Edwin was also an avid hunter, going out after grouse, elk, and deer that he’d butcher himself, sharing the meat with friends and giving the hides to a local leatherworker. On one trip, he mimicked the movement of antelope to help himself get close enough for a shot.

In 2015, shortly after the United States Supreme Court legalized same-sex marriage, Edwin officiated at his son Colin’s wedding in Polebridge, Montana. Residents said it was the first gay marriage ever held there.

He was also a major supporter of the O’Shaughnessy Cultural Arts Center, a passionate teacher of Tai Chi, and, in the words of a dear friend who called to talk to him via speakerphone on his last night on earth, just an all around “major dude.”
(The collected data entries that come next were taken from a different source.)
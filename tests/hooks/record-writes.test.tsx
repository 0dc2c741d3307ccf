import { act, renderHook } from "@testing-library/react";
import { HttpResponse, http } from "msw";
import { describe, expect, it } from "vitest";
import { driveKeys } from "@/hooks/queries/drives";
import { useRecordAction } from "@/hooks/queries/drive-writes";
import { heaterKeys, useChangeGlazing } from "@/hooks/queries/heaters";
import { ledgerKeys } from "@/hooks/queries/ledger";
import { mockApi, testQueryClient } from "@/tests/support/query-client";

// Issue 16's writes: each posts where it should, with a fresh Idempotency-Key
// (delete with its confirmation), and refreshes only its own domain's reads.
const sent: { path: string; key: string | null; body: unknown }[] = [];
const record = async ({ request }: { request: Request }) => {
  sent.push({ path: new URL(request.url).pathname, key: request.headers.get("idempotency-key"), body: JSON.parse(await request.text()) });
  return HttpResponse.json({ ok: true });
};
mockApi(
  [
    http.post("*/api/drop-points/:id/archive", record),
    http.post("*/api/pledges/:id/delete", record),
    http.post("*/api/heaters/:id/glazing", async (ctx) => {
      await record(ctx);
      return HttpResponse.json({ id: "u1", name: "Unit", cans: 156, state: "planned", was: 132 });
    }),
  ],
  () => {
    sent.length = 0;
  },
);

function setup() {
  const { client, wrapper } = testQueryClient({ staleTime: Infinity });
  const seeded = { drives: driveKeys.list(), heaters: heaterKeys.list(), ledger: ledgerKeys.mine() };
  for (const key of Object.values(seeded)) client.setQueryData(key, []);
  const stale = () => Object.fromEntries(Object.entries(seeded).map(([name, key]) => [name, client.getQueryState(key)?.isInvalidated ?? false]));
  return { wrapper, stale };
}

describe("archive, delete and glazing hooks", () => {
  it("archiving posts an empty body with a key and refreshes the drives' reads only", async () => {
    const { wrapper, stale } = setup();
    const { result } = renderHook(() => useRecordAction(), { wrapper });
    await act(() => result.current.mutateAsync({ kind: "dropPoint", id: "p1", action: "archive" }));
    expect(sent).toEqual([{ path: "/api/drop-points/p1/archive", key: expect.stringMatching(/^[0-9a-f-]{36}$/), body: {} }]);
    expect(stale()).toEqual({ drives: true, heaters: false, ledger: false });
  });

  it("deleting sends the confirmation, and two deletes carry two keys", async () => {
    const { wrapper } = setup();
    const { result } = renderHook(() => useRecordAction(), { wrapper });
    await act(() => result.current.mutateAsync({ kind: "pledge", id: "x1", action: "delete" }));
    await act(() => result.current.mutateAsync({ kind: "pledge", id: "x1", action: "delete" }));
    expect(sent.map((s) => s.body)).toEqual([{ confirm: true }, { confirm: true }]);
    expect(sent[0].key).not.toBe(sent[1].key);
  });

  it("a new glazing posts the plan and refreshes the units and the ledger's reads, not the drives'", async () => {
    const { wrapper, stale } = setup();
    const { result } = renderHook(() => useChangeGlazing("u1"), { wrapper });
    const plan = { glazingWidth: 860, glazingHeight: 1500, unit: "mm" as const, coverage: "chamber" as const };
    await act(() => result.current.mutateAsync(plan));
    expect(sent).toEqual([{ path: "/api/heaters/u1/glazing", key: expect.any(String), body: { plan } }]);
    expect(stale()).toEqual({ drives: false, heaters: true, ledger: true });
  });
});
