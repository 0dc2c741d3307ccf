import { ROLE_LABEL, type Role } from "@/lib/auth/roles";

// The words of the account e-mails; pure so they can be read in tests.
export function invitationMail(args: { groupName: string; inviterName: string; role: Role; link: string; days: number }) {
  const role = ROLE_LABEL[args.role].toLowerCase();
  return {
    subject: `You're invited to ${args.groupName} on Cantrove`,
    text: [
      `${args.inviterName} invited you to join ${args.groupName} on Cantrove as a ${role}.`,
      "",
      `Accept the invitation: ${args.link}`,
      "",
      `The link works once and expires in ${args.days} days. If you did not expect it, ignore this e-mail.`,
    ].join("\n"),
  };
}

export function resetMail(args: { link: string; minutes: number }) {
  return {
    subject: "Reset your Cantrove password",
    text: [
      "Someone asked to reset the password of the Cantrove account with this e-mail address.",
      "",
      `Choose a new password: ${args.link}`,
      "",
      `The link works once and expires in ${args.minutes} minutes. If it was not you, ignore this e-mail; your password stays as it is.`,
    ].join("\n"),
  };
}

export function verificationMail(args: { link: string; hours: number }) {
  return {
    subject: "Confirm your e-mail address for Cantrove",
    text: [
      "Someone opened a Cantrove account with this e-mail address.",
      "",
      `If it was you, confirm the address: ${args.link}`,
      "",
      `The link expires in ${args.hours} hours. Until it is opened, nobody can sign in to that account.`,
      "If it was not you, ignore this e-mail and do not open the link.",
    ].join("\n"),
  };
}

export function signUpAttemptMail(args: { signInLink: string; resetLink: string }) {
  return {
    subject: "Someone tried to open a Cantrove account with your address",
    text: [
      "Someone tried to open a new Cantrove account with this e-mail address. It already has an account, so nothing was created.",
      "",
      `If it was you, sign in: ${args.signInLink}`,
      `Forgot the password? Choose a new one: ${args.resetLink}`,
      "",
      "If it was not you, you need do nothing: your account stays as it is.",
    ].join("\n"),
  };
}
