import { useQuery } from "@tanstack/react-query";
import { act, renderHook, waitFor } from "@testing-library/react";
import { HttpResponse, http } from "msw";
import { describe, expect, it } from "vitest";
import { heaterKeys, useMoveHeater } from "@/hooks/queries/heaters";
import { ledgerKeys, ledgerQueries, useUndoMovement } from "@/hooks/queries/ledger";
import { memberKeys, useRevokeInvitation } from "@/hooks/queries/members";
import { runKeys, useUnskipStop } from "@/hooks/queries/runs";
import type { DriveStock } from "@/lib/ledger/types";
import { mockApi, testQueryClient } from "@/tests/support/query-client";

// Each mutation hook owns its invalidation: after a write, the reads of its
// own domain (and only the domains the write touches) are marked stale, and a
// mounted read is fetched again. Components never invalidate anything.
const DRIVE = "d1";
let stockCalls = 0;
let goodCans = 100;
const undone: { movementId: string; key: string | null; body: unknown }[] = [];

const server = mockApi([
  http.get(`*/api/drives/${DRIVE}/stock`, () => {
    stockCalls += 1;
    return HttpResponse.json({ stages: { sorted: goodCans }, rejectedOnHand: 0, unclaimed: goodCans } as unknown as DriveStock);
  }),
  http.post("*/api/movements/:id/reversal", async ({ params, request }) => {
    const text = await request.text();
    undone.push({ movementId: String(params.id), key: request.headers.get("idempotency-key"), body: text ? JSON.parse(text) : null });
    goodCans -= 10;
    return HttpResponse.json({ movementId: "r1" }, { status: 201 });
  }),
  http.post("*/api/heaters/:id/state", () => HttpResponse.json({ id: "u1", name: "Unit", cans: 120, state: "building", released: 0 })),
  http.delete("*/api/invitations/:id", () => HttpResponse.json({ revoked: true })),
  http.post("*/api/runs/:runId/stops/:stopId/unskip", ({ params }) => HttpResponse.json({ id: params.runId, state: "under_way", stopList: [] })),
], () => {
  stockCalls = 0;
  goodCans = 100;
  undone.length = 0;
});

function setup() {
  const { client, wrapper } = testQueryClient({ staleTime: Infinity });
  // Reads of every domain, cached but not mounted: invalidation marks them without fetching.
  const seeded = {
    ledgerMine: ledgerKeys.mine(),
    ledgerHauls: ledgerKeys.openHauls(DRIVE),
    ledgerList: ledgerKeys.list({ driveId: DRIVE }),
    heaters: heaterKeys.list(),
    invitations: memberKeys.invitations(),
    members: memberKeys.list(),
    run: runKeys.detail("run1"),
    runs: runKeys.list(),
    route: runKeys.route({ start: { lat: 51.5, lng: -0.1 }, stops: [{ id: "p1", lat: 51.51, lng: -0.11 }], returnToStart: false }),
  };
  for (const key of Object.values(seeded)) client.setQueryData(key, []);
  const stale = () => Object.fromEntries(Object.entries(seeded).map(([name, key]) => [name, client.getQueryState(key)?.isInvalidated ?? false]));
  return { client, wrapper, stale };
}

describe("mutation hooks invalidate their own domain's keys", () => {
  it("an undo refreshes every ledger read (a mounted one is fetched again) and leaves the other domains alone", async () => {
    const { wrapper, stale } = setup();
    const { result } = renderHook(() => ({ stock: useQuery(ledgerQueries.stock(DRIVE)), undo: useUndoMovement() }), { wrapper });
    await waitFor(() => expect(result.current.stock.data?.unclaimed).toBe(100));
    expect(stockCalls).toBe(1);

    await act(() => result.current.undo.mutateAsync({ movementId: "m1" }));
    await waitFor(() => expect(result.current.stock.data?.unclaimed).toBe(90));
    expect(stockCalls).toBe(2);
    // Without a reason and a key of its own, the undo is keyed by its movement (a second click is the same undo).
    expect(undone).toEqual([{ movementId: "m1", key: "undo-m1", body: null }]);
    expect(stale()).toEqual({ ledgerMine: true, ledgerHauls: true, ledgerList: true, heaters: false, invitations: false, members: false, run: false, runs: false, route: false });
  });

  it("a refused undo refreshes nothing", async () => {
    server.use(http.post("*/api/movements/:id/reversal", () => HttpResponse.json({ error: { code: "conflict", message: "Already undone." } }, { status: 409 })));
    const { wrapper, stale } = setup();
    const { result } = renderHook(() => useUndoMovement(), { wrapper });
    await act(async () => {
      await expect(result.current.mutateAsync({ movementId: "m1", reason: "typo", idempotencyKey: "k1" })).rejects.toMatchObject({ status: 409 });
    });
    expect(Object.values(stale()).some(Boolean)).toBe(false);
  });

  it("a heater's state move refreshes the heaters and the ledger (installing gives claims back), nothing else", async () => {
    const { wrapper, stale } = setup();
    const { result } = renderHook(() => useMoveHeater("u1"), { wrapper });
    await act(() => result.current.mutateAsync("building"));
    expect(stale()).toEqual({ ledgerMine: true, ledgerHauls: true, ledgerList: true, heaters: true, invitations: false, members: false, run: false, runs: false, route: false });
  });

  it("revoking an invitation refreshes the invitations only, not the member list", async () => {
    const { wrapper, stale } = setup();
    const { result } = renderHook(() => useRevokeInvitation(), { wrapper });
    await act(() => result.current.mutateAsync("i1"));
    expect(stale()).toMatchObject({ invitations: true, members: false, ledgerMine: false, heaters: false });
  });

  it("a stop write puts the run's answer in its cache and refreshes the runs, but not the planner's route (a pure computation)", async () => {
    const { client, wrapper, stale } = setup();
    const { result } = renderHook(() => useUnskipStop("run1", "s1"), { wrapper });
    await act(() => result.current.mutateAsync());
    expect(client.getQueryData(runKeys.detail("run1"))).toEqual({ id: "run1", state: "under_way", stopList: [] });
    expect(stale()).toMatchObject({ run: true, runs: true, route: false, ledgerMine: false, heaters: false, invitations: false });
  });
});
Edwin is survived by his wife, Maura; his daughter Lynn-Wood, her husband Casey, and grandsons Bryton and Otis; his son Colin and his husband Eli; his sister, Michelle; his brother Bernard and his wife, Margaret; and a wide circle of nephews, nieces, and other family and friends. Edwin requested a big party be thrown in honor of his death, and one is currently being planned for the spring. In the meantime, his family asks that donations in his memory be made to the Montana Environmental Information Center.